# Lab 3: Data Science in Python

### 1 Data

In this lab you will work with the Boston house price dataset. The dataset is available through SciKit-learn. Import the dataset and print its description. Then create a pandas DataFrame containing all 14 attributes in the dataset.

In [4]:
from sklearn import datasets
import pandas as pd

#load data set
boston = datasets.load_boston()
#creating a dataframe using pandas 
df_boston = pd.DataFrame(boston.data,columns=boston.feature_names)
#print description
print(boston.DESCR)

Boston House Prices dataset

Notes
------
Data Set Characteristics:  

    :Number of Instances: 506 

    :Number of Attributes: 13 numeric/categorical predictive
    
    :Median Value (attribute 14) is usually the target

    :Attribute Information (in order):
        - CRIM     per capita crime rate by town
        - ZN       proportion of residential land zoned for lots over 25,000 sq.ft.
        - INDUS    proportion of non-retail business acres per town
        - CHAS     Charles River dummy variable (= 1 if tract bounds river; 0 otherwise)
        - NOX      nitric oxides concentration (parts per 10 million)
        - RM       average number of rooms per dwelling
        - AGE      proportion of owner-occupied units built prior to 1940
        - DIS      weighted distances to five Boston employment centres
        - RAD      index of accessibility to radial highways
        - TAX      full-value property-tax rate per $10,000
        - PTRATIO  pupil-teacher ratio by town
      

### 2 Implementing OLS Regression

Create a class `OLS`. The constructor should take a DataFrame `data` and a label name `response` for the response variable. Using NumPy, an Ordinary Least Squares Regression should be fitted on the data (including intercept). This should be implemented manually, using only simple matrix operations (inverse, transposition and multiplication) but you are recommended to check your results against `scipy.linalg.lstsq` (also available as `numpy.linalg.lstsq`). The class should implement the instance functions `get_yhat` (return an ndarray representing $\hat{y}$), `get_residuals` (return an ndarray representing $y-\hat{y}$), `get_rmse` (return the root mean sqared) and `get_beta` (return the fitted $\beta$ vector as an ndarray).

In [6]:
import numpy as np
#from numpy.linalg import inv 

class OLS:
    
    def __init__(self, dataFrame, response):
        self.columnNames = np.insert(dataFrame.columns, 0, 'INT')
        
        self.X = dataFrame.as_matrix()
        self.Y = response
        
        
        #add intercept in martix
        intercept =  np.ones(shape=self.Y.shape)[..., None]
        self.X = np.concatenate((intercept, self.X), 1)
        
        
        #calculate cofficient
        self.coeffs = inv(self.X.transpose().dot(self.X)).dot(self.X.transpose()).dot(self.Y)
        
        #y_hat calculate
        self.yhat = self.X.dot(self.coeffs)
        
        #residual
        self.residual = self.Y - self.yhat
        
        #MSE
        self.mse = np.mean(self.Y - self.yhat)
        
    def get_beta(self):
        results = pd.DataFrame({'coefficients':self.coeffs}, index=self.columnNames)
        return results.round(2)
    
    def get_yhat(self):
        return self.yhat
    
    def get_residual(self):
        return self.residual
    
    def get_rmse(self):
        return self.mse
    
    def cross_validate(self,n):
        pass
    

#test code
obj = OLS(df_boston,boston.target)
obj.get_beta() #get beta cofficients

Unnamed: 0,coefficients
INT,36.49
CRIM,-0.11
ZN,0.05
INDUS,0.02
CHAS,2.69
NOX,-17.8
RM,3.8
AGE,0.0
DIS,-1.48
RAD,0.31


### 3 Cross Validation and plotting

Implement a function `cross_validate` in the OLS class which should take one parameter, `n`, and perform n-fold cross-validation on the data supplied at creation of an OLS object.

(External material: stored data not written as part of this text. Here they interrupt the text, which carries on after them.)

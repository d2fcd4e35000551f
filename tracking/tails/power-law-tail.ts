import { exponentOf, noisyLaw, shareBeyond, type SizeKind } from './broadened-law';

/** Density (alpha - 1) / from * (v / from)^-alpha above `from`, broadened by localization noise. */
export interface PowerLawTail {
  alpha: number;
  /** Where the tail begins, m/s. */
  fromMS: number;
  /** Samples in the tail. */
  samples: number;
  /** Largest distance of the distribution functions of data and law (Kolmogorov & Smirnov). */
  distance: number;
  /** Noise over `fromMS`. */
  noiseShare: number;
}

/** Localization noise of sizes: r.m.s. of a component, m/s. */
export interface SizeNoise {
  noiseMS: number;
  kind: SizeKind;
}
export const NO_NOISE: SizeNoise = { noiseMS: 0, kind: 'component' };

/** Fewer samples say nothing of a tail. */
export const TAIL_SAMPLES_LEAST = 100;
/** Beginnings that are tried, evenly spread over the logarithm of the number of samples in the tail. */
const TRIED = 60;
/** A tail is the smaller part: beginnings below this share of the samples are its body. */
const TAIL_SHARE_MOST = 0.5;

/** How many of so many samples can make a tail at most. */
export const mostInTail = (samples: number): number => Math.floor(TAIL_SHARE_MOST * samples);

/**
 * How many samples each tail holds that is tried, ascending; none with fewer than 100 that may be in one.
 *
 * @param sizeMS descending; sizes beyond the larger half, or below `leastMS`, may be left out.
 * @param leastMS the tail may not begin below it, so that noise can't make it.
 * @param of how many samples they are the largest.
 */
export function triedTails(sizeMS: Float64Array, leastMS: number, of: number): number[] {
  let most = Math.min(sizeMS.length, mostInTail(of));
  while (most > 0 && sizeMS[most - 1] < leastMS) most--;
  if (most < TAIL_SAMPLES_LEAST) return [];
  const tried = Array.from({ length: TRIED + 1 }, (_, t) =>
    Math.round(TAIL_SAMPLES_LEAST * (most / TAIL_SAMPLES_LEAST) ** (t / TRIED)),
  );
  return tried.filter((samples, t) => samples !== tried[t - 1]);
}

/**
 * Power-law tail by maximum likelihood, alpha = 1 + n / sum ln(v / from), beginning where data and law
 * are closest (Clauset, Shalizi & Newman, SIAM Rev. 51, 661, 2009). With noise alpha is that of the broadened law with
 * the same mean of ln(v / from).
 *
 * @param sizeMS descending; see `triedTails` for what may be left out.
 * @returns null with fewer than 100 samples above `leastMS`.
 */
export function fitPowerLawTail(
  sizeMS: Float64Array,
  leastMS: number,
  of = sizeMS.length,
  { noiseMS, kind }: SizeNoise = NO_NOISE,
): PowerLawTail | null {
  const tried = triedTails(sizeMS, leastMS, of);
  if (tried.length === 0) return null;
  // Sums of logarithms from the largest on: every beginning is then a subtraction away.
  const most = tried[tried.length - 1];
  const lnSum = new Float64Array(most + 1);
  for (let k = 0; k < most; k++) lnSum[k + 1] = lnSum[k] + Math.log(sizeMS[k]);
  let best: PowerLawTail | null = null;
  for (const samples of tried) {
    const fromMS = sizeMS[samples - 1];
    const noiseShare = noiseMS / fromMS;
    const alpha = exponentOf(lnSum[samples] / samples - Math.log(fromMS), noiseShare, kind);
    if (!Number.isFinite(alpha)) continue;
    const distance = farthest(sizeMS, { samples, fromMS, alpha, noiseShare }, kind);
    if (!best || distance < best.distance) best = { alpha, fromMS, samples, distance, noiseShare };
  }
  return best;
}

function farthest(
  sizeMS: Float64Array,
  { samples, fromMS, alpha, noiseShare }: Omit<PowerLawTail, 'distance'>,
  kind: SizeKind,
): number {
  const law = noisyLaw(alpha, noiseShare, kind);
  let most = 0;
  for (let k = 0; k < samples; k++) {
    const u = sizeMS[k] / fromMS;
    const above = shareBeyond(law, 1 / (u * u), u ** (1 - alpha));
    // The empirical share above steps from k / n to (k + 1) / n at this sample.
    most = Math.max(most, Math.abs(above - k / samples), Math.abs(above - (k + 1) / samples));
  }
  return most;
}
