import { execFileSync, spawn, type ChildProcess } from 'node:child_process';
import { pathToFileURL } from 'node:url';
import { afterAll, beforeAll, expect, it } from 'vitest';
import { closeDatabase } from '@/models/database';
import { cuttingProxy, type CuttingProxy } from '@/scripts/endure/cutting-proxy';
import { freePort } from '@/scripts/platform/free-port.mjs';
import { nextCommand } from '@/scripts/platform/web-build.mjs';
import { ApiScript } from '../helpers/api-client';
import { patiently } from '../helpers/patiently';
import { readSecrets } from '@/scripts/platform/secrets.mjs';
import { sharedServer } from '../helpers/server';
import { signedInCookie } from '../helpers/sign-in';
import { makeTestLab } from '../helpers/test-lab';
import { until } from '../helpers/until';

// A web server beside the shared one, whose way to the database can be closed, and whose descriptors can be taken.

const server = sharedServer();
let way: CuttingProxy;
let origin: string;
let web: ChildProcess;
let script: ApiScript;
let cookie: string;

function startWeb(port: number, databaseUrl: string, env: Record<string, string> = {}): ChildProcess {
  const [program, ...args] = nextCommand('start', '-H', '127.0.0.1', '-p', String(port));
  const { PATH, HOME } = process.env;
  return spawn(program!, args, {
    cwd: process.cwd(),
    stdio: 'ignore',
    env: {
      ...{ PATH, HOME, NODE_ENV: 'production', BEADLINE_ROOT: process.cwd() },
      ...{ DATABASE_URL: databaseUrl, BEADLINE_DATA: server.dataDir },
      // The same key as the shared server's, so that who has signed in there is known here.
      NEXTAUTH_SECRET: readSecrets(server.dataDir)!.nextauthSecret,
      NEXTAUTH_URL: `http://127.0.0.1:${port}`,
      ...env,
    },
  });
}

beforeAll(async () => {
  const database = new URL(server.databaseUrl);
  way = await cuttingProxy(Number(database.port));
  way.close();
  database.port = String(way.port);
  const port = await freePort();
  origin = `http://127.0.0.1:${port}`;
  web = startWeb(port, database.href);
  const { experimentalist } = (await makeTestLab(server.databaseUrl)).people;
  script = new ApiScript(origin, experimentalist.token);
  cookie = await signedInCookie(server.baseUrl, experimentalist);
}, 60_000);
afterAll(async () => {
  const gone = new Promise((resolve) => web.once('exit', resolve));
  web.kill('SIGTERM');
  await gone;
  await way.end();
  await closeDatabase();
});

const health = () =>
  fetch(`${origin}/api/health`).then(
    async (answer) => ({ status: answer.status, told: (await answer.json()) as object }),
    () => ({ status: 0, told: {} }),
  );

it('F10 started before its database, a server stands, tells so on every address, and works once the database is there', async () => {
  const down = await until(health, ({ status }) => status !== 0, { withinMs: 60_000 });
  expect(down).toMatchObject({ status: 503, told: { database: 'down', queue: 'down' } });
  const answer = await script.request('/api/v1/campaigns');
  expect([answer.status, answer.headers.get('retry-after')]).toEqual([503, '5']);
  expect(await answer.json()).toMatchObject({
    code: 'UNAVAILABLE',
    detail: 'The database does not answer. Try again in a moment.',
  });
  // A page leads to one that waits, and back to where the person wanted to go.
  const page = await fetch(`${origin}/campaigns?sort=name`, { headers: { cookie } });
  expect(page.url).toBe(`${origin}/away?next=${encodeURIComponent('/campaigns?sort=name')}`);
  expect(await page.text()).toContain('The database does not answer');
  expect(web.exitCode).toBeNull();

  way.open();
  await until(health, ({ status }) => status === 200, { withinMs: 60_000 });
  expect((await script.request('/api/v1/campaigns')).status).toBe(200);
  const there = await fetch(`${origin}/campaigns`, { headers: { cookie } });
  expect([there.status, there.url]).toEqual([200, `${origin}/campaigns`]);
}, 180_000);

it('F32 without a descriptor left a server is busy for as long as it lasts, and loses nothing that it said', async () => {
  const make = (name: string) =>
    script
      .request('/api/v1/campaigns', {
        method: 'POST',
        headers: { 'Content-Type': 'application/json' },
        body: JSON.stringify({ name }),
        signal: AbortSignal.timeout(3_000),
      })
      .then(
        async (answer) => ({ status: answer.status, body: (await answer.json()) as { id: string } }),
        () => null,
      );
  await until(health, ({ status }) => status === 200, { withinMs: 60_000 });
  const limitTo = (most: number) =>
    execFileSync('prlimit', ['--pid', String(web.pid), `--nofile=${most}:`], { stdio: 'ignore' });
  const acknowledged: string[] = [];
  const statuses: (number | null)[] = [];
  limitTo(3);
  try {
    // Connections that stand are used up first.
    for (let n = 0; n < 3; n++) {
      const answers = await Promise.all([0, 1, 2].map((i) => make(`Campaign ${n} ${i}`)));
      for (const answer of answers) {
        statuses.push(answer?.status ?? null);
        if (answer?.status === 201) acknowledged.push(answer.body.id);
      }
      way.cut();
    }
  } finally {
    limitTo(1024);
  }
  for (const status of statuses) expect([null, 201, 503]).toContain(status);
  expect(statuses.some((status) => status !== 201)).toBe(true);
  await until(health, ({ status }) => status === 200, { withinMs: 60_000 });
  for (const id of acknowledged) await patiently(() => script.json(`/api/v1/campaigns/${id}`));
  expect((await make('After'))?.status).toBe(201);
}, 180_000);

it('F32 a server that had no descriptor to load its parts with ends, to be started anew, instead of failing for good', async () => {
  const hook = pathToFileURL('tests/helpers/unreadable-module.mjs').href;
  const broken = startWeb(await freePort(), server.databaseUrl, { NODE_OPTIONS: `--import ${hook}` });
  const code = await new Promise((resolve) => broken.once('exit', resolve));
  expect(code).toBe(1);
}, 180_000);
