import { complementaryError } from '../normal-tail';
import type { TailDensity } from './tail-alternatives';

/** Which of two densities describes samples better. */
export interface LikelihoodRatio {
  /** ln of the ratio of likelihoods, first over second. */
  lnRatio: number;
  /** Two-sided chance of a ratio as far from 0 were both equally good. */
  pEqual: number;
}

/**
 * Vuong's test for models that need not be nested (Econometrica 57, 307, 1989), with the variance summed
 * over tracks, since samples of one track depend on each other.
 */
export function compareDensities(
  sizeMS: ArrayLike<number>,
  track: ArrayLike<number>,
  samples: number,
  first: TailDensity,
  second: TailDensity,
): LikelihoodRatio {
  const ofTrack = new Map<number, { sum: number; count: number }>();
  let lnRatio = 0;
  for (let k = 0; k < samples; k++) {
    const difference = first(sizeMS[k]) - second(sizeMS[k]);
    lnRatio += difference;
    const entry = ofTrack.get(track[k]);
    if (entry) {
      entry.sum += difference;
      entry.count++;
    } else ofTrack.set(track[k], { sum: difference, count: 1 });
  }
  const mean = lnRatio / samples;
  let variance = 0;
  for (const { sum, count } of ofTrack.values()) variance += (sum - count * mean) ** 2;
  if (!(variance > 0)) return { lnRatio, pEqual: 1 };
  return { lnRatio, pEqual: complementaryError(Math.abs(lnRatio) / Math.sqrt(2 * variance)) };
}
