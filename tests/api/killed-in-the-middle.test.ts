import { readFile } from 'node:fs/promises';
import { setTimeout } from 'node:timers/promises';
import { afterAll, beforeAll, describe, expect, it } from 'vitest';
import type { AnalysisView } from '@/lib/views/analysis-view';
import type { RecordingView } from '@/lib/views/recording-view';
import { closeDatabase } from '@/models/database';
import { uploadStack } from '../helpers/analysed-recording';
import { ApiScript, breakUpload, createUpload, patchUpload, uploadOffset } from '../helpers/api-client';
import { patiently } from '../helpers/patiently';
import { processesOf } from '../helpers/server';
import { smallConditions, writeSmallStack } from '../helpers/small-stack';
import { startServer } from '../helpers/start-server';
import { makeTestLab } from '../helpers/test-lab';
import { until } from '../helpers/until';

/** The one that other tests share must not be killed. */
let server: Awaited<ReturnType<typeof startServer>>;
/** How long the line of an upload that is cut is held once its bytes are sent. */
const LINE_HELD_MS = 600;
const SLOW = { withinMs: 120_000, everyMs: 100 };

async function kill(name: string): Promise<void> {
  const pid = processesOf(server)[name];
  if (pid) process.kill(pid, 'SIGKILL');
  await until(
    () => processesOf(server)[name],
    (now) => typeof now === 'number' && now !== pid,
    { withinMs: 20_000 },
  );
}

describe('processes killed in the middle of their work', () => {
  let script: ApiScript;
  let runId: string;
  let stack: string;
  let calm: string;

  const analyse = async (recordingId: string) =>
    script.post<AnalysisView>(`/api/v1/recordings/${recordingId}/analyses`, { recipe: {} });
  const finished = (id: string) =>
    until(
      () => patiently(() => script.json<AnalysisView>(`/api/v1/analyses/${id}`)),
      ({ state }) => state === 'done' || state === 'failed' || state === 'stopped',
      SLOW,
    );
  const tracks = (id: string) => script.text(`/api/v1/analyses/${id}/tracks.csv?corrections=none`);

  beforeAll(async () => {
    server = await startServer('killed-in-the-middle');
    const lab = await makeTestLab(server.databaseUrl);
    script = new ApiScript(server.baseUrl, lab.people.experimentalist.token);
    ({ stack } = await writeSmallStack({ frames: 64 }));
    const campaign = await script.post<{ id: string }>('/api/v1/campaigns', { name: 'Faults' });
    const run = { name: 'Run 1', drive: 'counterflow', ...smallConditions };
    runId = (await script.post<{ id: string }>(`/api/v1/campaigns/${campaign.id}/runs`, run)).id;
    const recording = await uploadStack(script, runId, stack);
    const { id } = await analyse(recording.id);
    expect((await finished(id)).state).toBe('done');
    calm = await tracks(id);
  }, 180_000);
  afterAll(async () => {
    await closeDatabase();
    await server?.stop();
  });

  it('an upload goes on after its web server was killed, and gives the same tracks', async () => {
    const bytes = new Uint8Array(await readFile(stack));
    const half = Math.floor(bytes.length / 2);
    const { location, recordingId } = await createUpload(script, bytes.length, {
      filename: 'cut.tif',
      run: runId,
    });
    const sending = breakUpload(script, location, 0, bytes, half, LINE_HELD_MS);
    // Killed at once, the server might be gone before the line to it stands.
    await setTimeout(LINE_HELD_MS / 3);
    await kill('web');
    await sending;
    const offset = await patiently(() => uploadOffset(script, location));
    expect(offset).toBeLessThanOrEqual(half);
    // The killed server's claim to the upload ends with its connection to the database.
    await patiently(async () => {
      const answer = await patchUpload(script, location, offset, bytes.slice(offset));
      if (answer.status !== 204) throw new Error(await answer.text());
    });
    await until(
      () => script.json<RecordingView>(`/api/v1/recordings/${recordingId}`),
      ({ state }) => state === 'ready',
      SLOW,
    );
    const { id } = await analyse(recordingId);
    expect((await finished(id)).state).toBe('done');
    expect(await tracks(id)).toBe(calm);
  }, 240_000);

  it('an analysis goes on after both workers were killed, and gives the same tracks', async () => {
    const recording = await uploadStack(script, runId, stack);
    const { id } = await analyse(recording.id);
    await until(
      () => script.json<AnalysisView>(`/api/v1/analyses/${id}`),
      ({ stage }) => stage !== 'measure-image',
      SLOW,
    );
    await Promise.all([kill('worker-1'), kill('worker-2')]);
    const analysis = await finished(id);
    expect(analysis).toMatchObject({ state: 'done', error: null });
    expect(await tracks(id)).toBe(calm);
  }, 240_000);
});
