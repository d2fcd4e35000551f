import type { PowerLawTail } from './power-law-tail';

/** How sure an exponent is, and whether the law describes its tail at all. */
export interface TailError {
  standardError: number;
  fits: boolean;
}

/**
 * Upper 5 % point of the Kolmogorov-Smirnov statistic of an exponential distribution whose mean is estimated,
 * in Stephens' form (D - 0.2 / n)(sqrt n + 0.26 + 0.5 / sqrt n) (J. Am. Stat. Assoc. 69, 730, 1974; value from
 * memory, checked by simulation in the tests). The logarithm of a power law is exponential.
 */
const STEPHENS_5_PERCENT = 1.094;

/**
 * Standard error of the exponent with samples of one track allowed to depend on each other (sums of the score
 * by track), and whether the distance of data and law is one that as many independent samples would show.
 */
export function tailError(
  sizeMS: ArrayLike<number>,
  track: ArrayLike<number>,
  { fromMS, samples, distance }: Pick<PowerLawTail, 'fromMS' | 'samples' | 'distance'>,
): TailError {
  // theta = mean of ln(v / from), which is 1 / (alpha - 1) but for noise.
  let theta = 0;
  for (let k = 0; k < samples; k++) theta += Math.log(sizeMS[k] / fromMS) / samples;
  const ofTrack = new Map<number, number>();
  for (let k = 0; k < samples; k++) {
    const off = Math.log(sizeMS[k] / fromMS) - theta;
    ofTrack.set(track[k], (ofTrack.get(track[k]) ?? 0) + off);
  }
  let squares = 0;
  for (const sum of ofTrack.values()) squares += sum * sum;
  const independent = (theta * theta) / samples;
  const variance = Math.max(independent, squares / samples ** 2);
  const alone = samples * (independent / variance);
  const root = Math.sqrt(alone);
  const statistic = (distance - 0.2 / alone) * (root + 0.26 + 0.5 / root);
  return { standardError: Math.sqrt(variance) / theta ** 2, fits: statistic < STEPHENS_5_PERCENT };
}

Use `matplotlib` and the results from above to plot $y$ against in-sample $\hat{y}$ and out-of-sample cross-validated $\hat{y}$ in a scatter plot. Plot in-sample and out-out-sample in different colors. The plot should have suitable labels on both axes and a legend explaining which color represents which $\hat{y}$

### 4 SciKit-learn

Explore SciKit-learn and select 3 regression algorithms you would like to try. Also choose some sort of shrinking, regularization or feature selection unless such is inherent in the model (as in for example LASSO or kernel SVM). Play around with any hyperparameters or, better, apply a hyper-parameter tuning algorithm (there are classes that do this in SciKit-learn). Apply the selected algorithms on the Boston data set, using cross validation to generate out-of-sample predictions (also implemented in SciKit-learn), and plot the results.